def test_block__proposal_draws_blocks_by_count_and_points_uniformly(worked):
    _, source, _ = worked
    everything = box(-KM, -KM, 7 * KM, 6 * KM)
    proposal = source.for_region(everything).proposal()
    assert proposal.total == pytest.approx(17.0)
    assert proposal.dims == 3 and proposal.area == proposal.total
    n = 200_000
    px, py = proposal.map(np.random.default_rng(11).random((n, proposal.dims)))
    in_a = shapely.contains_xy(WORKED_BLOCKS[0], px, py)
    in_b = shapely.contains_xy(WORKED_BLOCKS[1], px, py)
    in_c = shapely.contains_xy(WORKED_BLOCKS[2], px, py)
    assert np.all(in_a | in_b | in_c | shapely.intersects_xy(shapely.union_all(WORKED_BLOCKS).boundary, px, py))
    # block frequencies 8/17, 3/17, 6/17 within 4 binomial standard errors (common practice)
    for hits, p in ((in_a, 8 / 17), (in_b, 3 / 17), (in_c, 6 / 17)):
        assert abs(hits.mean() - p) <= 4 * math.sqrt(p * (1 - p) / n)
    # uniform inside the triangle C: the part below y = 3.5 km holds 3/4 of its area (the part
    # above is a similar triangle of half the height, area 1/4; constructed here)
    below = (py[in_c] < 3.5 * KM).mean()
    m = int(in_c.sum())
    assert abs(below - 0.75) <= 4 * math.sqrt(0.75 * 0.25 / m)
    # uniform inside the rectangle A: left half holds 1/2
    left = (px[in_a] < 2 * KM).mean()
    assert abs(left - 0.5) <= 4 * math.sqrt(0.25 / int(in_a.sum()))


# --- a grid of census-style blocks -------------------------------------------------------------

CELL = 500.0
N_SIDE = 24


@pytest.fixture(scope="module")
def grid():
    """24 x 24 blocks of 500 m with Poisson counts around a town (invented, fixed seed)."""
    rng = np.random.default_rng(20240612)
    ix, iy = (a.ravel() for a in np.meshgrid(np.arange(N_SIDE), np.arange(N_SIDE)))
    cells = shapely.box(ix * CELL, iy * CELL, (ix + 1) * CELL, (iy + 1) * CELL)
    centre = shapely.get_coordinates(shapely.centroid(cells))
    counts = rng.poisson(2000 * np.exp(-np.sum((centre - [4000, 7000]) ** 2, 1) / (2 * 2000**2)) + 20).astype(float)
    counts[:5] = 0.0  # some empty blocks
    t = np.linspace(0, 2 * np.pi, 400, endpoint=False)
    r = 4500 * (1 + 0.2 * np.sin(3 * t))
    regions = {
        "wobbly": Polygon(np.column_stack([6000 + r * np.cos(t), 6000 + r * np.sin(t)])),
        "holed": box(1234, 2345, 9876, 8765).difference(Polygon([(3000, 4000), (7000, 4500), (5000, 7500)])),
        "multi": shapely.MultiPolygon([box(100, 100, 1700, 900), box(10_300, 10_100, 11_900, 11_700)]),
        "touching": box(N_SIDE * CELL, 0, N_SIDE * CELL + 1000, 5000),  # shares an edge only
        "outside": box(20_000, 20_000, 21_000, 21_000),
    }
    pregions, pblocks = on_plane(list(regions.values()), cells)
    return dict(zip(regions, pregions.planar)), pblocks, counts


def test_block__exact_total_is_areal_weighting(grid):
    regions, blocks, counts = grid
    source = BlockDensity(blocks, counts)
    for name, region in regions.items():
        ref = overlay_total(blocks.planar, counts, region)
        assert source.for_region(region).exact_total() == pytest.approx(ref, rel=1e-12, abs=1e-9), name
    assert source.for_region(regions["touching"]).exact_total() == 0.0
    assert source.for_region(regions["outside"]).exact_total() == 0.0
    # the whole grid: the sum of the counts
    whole = box(-1, -1, N_SIDE * CELL + 1, N_SIDE * CELL + 1)
    assert source.for_region(whole).exact_total() == pytest.approx(counts.sum(), rel=1e-12)


def test_block__density_at_random_points(grid):
    _, blocks, counts = grid
    source = BlockDensity(blocks, counts)
    rng = np.random.default_rng(3)
    x = rng.uniform(0, N_SIDE * CELL, 5000)
    y = rng.uniform(0, N_SIDE * CELL, 5000)
    # block index from the grid arithmetic (constructed here): row-major over (iy, ix)
    ix, iy = np.floor(x / CELL).astype(int), np.floor(y / CELL).astype(int)
    expected = counts[iy * N_SIDE + ix] / CELL**2
    np.testing.assert_allclose(source.density(x, y), expected, rtol=1e-12, atol=0)
    # a view answers the same densities (blocks do not depend on the region)
    view = source.for_region(box(0, 0, N_SIDE * CELL, N_SIDE * CELL))
    np.testing.assert_allclose(view.density(x, y), expected, rtol=1e-12, atol=0)


def test_block__proposal_leaves_out_empty_and_far_blocks(grid):
    regions, blocks, counts = grid
    source = BlockDensity(blocks, counts)
    # no block shares area with these regions: an empty proposal (total 0, nothing to draw)
    for name in ("outside", "touching"):
        empty_proposal = source.for_region(regions[name]).proposal()
        assert empty_proposal.total == 0.0 and empty_proposal.draw is None
    region = regions["multi"]
    proposal = source.for_region(region).proposal()
    # total = counts of the blocks sharing area with the region (shapely, interiors meet)
    meets = shapely.intersects(blocks.planar, region) & ~shapely.touches(blocks.planar, region)
    assert proposal.total == pytest.approx(counts[meets].sum(), rel=1e-12)
    # empty blocks (the first five) never receive a point
    px, py = proposal.map(np.random.default_rng(5).random((20_000, 3)))
    empty = shapely.union_all(blocks.planar[:5])
    assert not shapely.contains_xy(empty, px, py).any()


def test_block__all_zero_counts_give_no_proposal(grid):
    regions, blocks, counts = grid
    source = BlockDensity(blocks, np.zeros_like(counts))
    view = source.for_region(regions["wobbly"])
    proposal = view.proposal()
    assert proposal.total == 0.0 and proposal.draw is None  # density 0 here, known without sampling
    assert view.exact_total() == 0.0


@pytest.mark.parametrize(
    "schema, values, message",
    [
        ({"pop": "int"}, [5, 6], "is not a field"),  # missing field
        ({"population": "str"}, ["12", "many"], "'many'"),  # non-numeric
        ({"population": "int"}, [4, -3], "-3"),  # negative
        ({"population": "float"}, [4.0, None], "None"),  # null
        ({"population": "str"}, ["4", "nan"], "'nan'"),  # not a number (GeoPackage stores a float NaN as NULL)
    ],
)
def test_block_counts__refuses_bad_counts(tmp_path, schema, values, message):
    field = list(schema)[0]
    path = write_blocks(tmp_path / "b.gpkg", [box(0, 0, 1, 1), box(1, 0, 2, 1)],
                        [{field: v} for v in values], schema)
    layer = read_layer(path)
    with pytest.raises(LayerError, match="population") as info:
        block_counts(layer, "population")
    assert message in str(info.value)


def test_block_counts__reads_numbers_and_numeric_text(tmp_path):
    path = write_blocks(tmp_path / "b.gpkg", [box(0, 0, 1, 1), box(1, 0, 2, 1), box(2, 0, 3, 1)],
                        [{"population": v} for v in ("12", "0", "3.5")], {"population": "str"})
    np.testing.assert_array_equal(block_counts(read_layer(path), "population"), [12.0, 0.0, 3.5])


# --- rasters -----------------------------------------------------------------------------------

#: WGS84 quadrangle areas, computed from Snyder 1987 eq. 3-12, A = (a²/2) Δλ (q(φ2) − q(φ1)),
#: to 40 digits (pyproj.Geod, Karney 2013, agrees): (lon1, lat1, lon2, lat2) -> m²
QUADRANGLES = [
    ((0.0, 0.0, 1.0, 1.0), 12_308_463_893.975352),
    ((0.0, 45.0, 1.0, 46.0), 8_686_494_956.670401),
    ((0.0, 80.0, 1.0, 81.0), 2_058_274_854.323786),
    ((10.0, 40.0, 20.0, 50.0), 875_097_690_661.69982),
    ((0.0, 0.0, 10.0, 10.0), 1_224_832_293_977.7725),
    ((170.0, -60.0, 180.0, -50.0), 711_460_782_666.68829),
]


def test_q_function_here_reproduces_references():
    # the test's own closed form (floats) against the 40-digit values of Snyder 1987 eq. 3-12
    # above (so the ratios below rest on it)
    for (lon1, lat1, lon2, lat2), ref in QUADRANGLES:
        assert quad_area(lon1, lat1, lon2, lat2) == pytest.approx(ref, rel=1e-12)


def _cell_raster(tmp_path, bounds, value=1.0):
    """A 3-row, 2-column geographic grid whose middle-right cell is `bounds`; a plane centred on it.

    Returns the raster's path, the small region's projected layer (its plane) and the region."""
    lon1, lat1, lon2, lat2 = bounds
    d = lon2 - lon1
    path = write_raster(tmp_path / "cells.tif", np.full((3, 2), value), west=lon1 - d, north=lat2 + d, dx=d)
    lon_c, lat_c = (lon1 + lon2) / 2, (lat1 + lat2) / 2
    crs = f"+proj=laea +lat_0={lat_c} +lon_0={lon_c} +datum=WGS84 +units=m +no_defs"
    small = plane_of(crs, [box(lon_c - d / 20, lat_c - d / 20, lon_c + d / 20, lat_c + d / 20)])
    return path, small.plane, small.planar[0]


@pytest.mark.parametrize("bounds, area", QUADRANGLES)
def test_raster__geographic_cell_area_is_the_quadrangle(tmp_path, bounds, area):
    # a count of 1 per cell means a density of 1 / (cell area) inside the cell (cell area from
    # Snyder 1987 eq. 3-12)
    path, plane, region = _cell_raster(tmp_path, bounds)
    with RasterDensity(path, plane) as source:
        view = source.for_region(region)
        got = view.density(np.array([0.0, 100.0]), np.array([0.0, -100.0]))  # the cell centre is the plane origin
    np.testing.assert_allclose(1.0 / got, area, rtol=1e-11)


@pytest.mark.parametrize("values, factor", [("per-m2", 1.0), ("per-ha", 1e-4), ("per-km2", 1e-6)])
def test_raster__density_units_do_not_depend_on_cell_area(tmp_path, values, factor):
    # a value per unit area is already a density: 1 ha = 1e4 m², 1 km² = 1e6 m² (SI)
    path, plane, region = _cell_raster(tmp_path, (0.0, 45.0, 1.0, 46.0), value=250.0)
    with RasterDensity(path, plane, values=values) as source:
        got = source.for_region(region).density(np.array([0.0]), np.array([0.0]))
    np.testing.assert_allclose(got, 250.0 * factor, rtol=1e-12)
──────────
Prompt => A word-for-word copy of the lines above from the one with "source = BlockDensity(blocks, np.zeros_like(counts))" through the one with "assert proposal.total == 0.0", inclusive, is the only output wanted.

Written solution =>
    source = BlockDensity(blocks, np.zeros_like(counts))
    view = source.for_region(regions["wobbly"])
    proposal = view.proposal()
    assert proposal.total == 0.0 and proposal.draw is None  # density 0 here, known without sampling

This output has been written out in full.